Rogerson, ever the objective scientist, points out that while these different strands can and do intertwine, we cannot claim that the whole is always greater than the sum of its parts. “For example, if you run with a group, rather than alone, you might benefit less from the calming restorative effects of nature; but the social interaction would still likely leave you feeling better,” he explains. “Intensity is another factor. If you run at 60 per cent effort, you are likely perceiving the environment and getting the benefits of green exercise, but at, say, 80 per cent, you might be getting a better workout but you’ve got the blinkers on.”
If, like Mike Elcoate, you’re a nature lover who is concerned about environmental issues like the reduction in numbers of birds and insects, degradation of habitats and effects of climate change, running outside can sometimes be a bittersweet experience. “Eco anxiety is the flipside of being environmentally aware and noticing what’s around you,” says Mike. “I have turned my concerns into action, joining The Green Runners, a growing community of runners that take action in the face of the climate emergency.”
Running, and what we experience through it, affects us all differently when it comes to mental health. What boosts us – say, a challenging interval session – one day, when we’re feeling full of energy and confidence, may not the next. That’s why it is important to observe your own responses and feelings during, and after, running. They may not always be what you expect. I tend to think of myself as a solo runner, but often I find the fun and banter of group sessions leaves me with the biggest smile on my face. (That said, 11 out of the 22 studies showing a single run could elevate mood involved running on a treadmill, reminding us of the power of running in and of itself on mental health, regardless of company or setting.)
It’s only been since Jon swapped solo running for being part of a group and shifted his focus from fast times to fun and enjoyment, that he has come to realise that many of the benefits of running aren’t a direct result of putting one foot in front of the other; they’re more akin to positive side effects. He has a piece of paper, on which he has written the four so-called ‘feelgood hormones’, and what activities they are associated with. Endorphins = exercise; laughter; music. Serotonin = nature; sun exposure. Oxytocin = socialising; helping others. Dopamine = achieving goals; treats. “I get all of this through running,” he says.
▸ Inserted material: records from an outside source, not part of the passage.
/** Calendar-day arithmetic on ISO `YYYY-MM-DD` strings (no time zone involved: whole days). */

const DAY_MS = 86_400_000;

function dayNumber(isoDate: string): number {
  const [y, m, d] = isoDate.split("-").map(Number);
  return Date.UTC(y, m - 1, d) / DAY_MS;
}

/** Days from `start` to `end` (end exclusive). @example daysBetween("2024-01-01","2024-02-01") // 31 */
export function daysBetween(start: string, end: string): number {
  return dayNumber(end) - dayNumber(start);
}

/** The date `days` after `isoDate`. @example addDays("2024-02-28", 2) // "2024-03-01" */
export function addDays(isoDate: string, days: number): string {
  return new Date((dayNumber(isoDate) + days) * DAY_MS).toISOString().slice(0, 10);
}

/** Later of two ISO dates. */
export function maxDate(a: string, b: string): string {
  return a > b ? a : b;
}

/** Earlier of two ISO dates. */
export function minDate(a: string, b: string): string {
  return a < b ? a : b;
}

/**
 * The bill's "bill month" as `YYYY-MM`: the month holding the middle day of the service period.
 * @example billMonth("2024-01-15","2024-02-14") // "2024-01" (middle day Jan 30)
 */
export function billMonth(start: string, end: string): string {
  const mid = addDays(start, Math.floor((daysBetween(start, end) - 1) / 2));
  return mid.slice(0, 7);
}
Three Ways to Add Smiles to Your Miles
Boost your brain chemicals
Listen to music you love: “The brain responds to music it enjoys with a powerful adrenaline, dopamine and endorphin rush, all of which energise effort and alleviate pain,” says McGonigal. If you don’t like to run with music, you can listen before you go out.
Just add water
Run by a river, canal, lake or ocean. The Mappiness study, mentioned above, found that people were consistently and substantially happier when they were outdoors, in natural environments. But aquatic and coastal environments topped the bill. Other research suggests that people tend to exercise for longer in the presence of water.
Find your tribe
Numerous studies have found that exercise adherence (which is key to getting its myriad mental and physical benefits) is better when people work out together, rather than alone. But research at the University of British Columbia shows that this only holds true when people feel accepted by and connected to the group to which they belong. The way exercise is delivered can also determine its effect on your mood and mental health, says Lubans: “Compare the impact of a critical, demanding coach or instructor to a supportive, fun one.”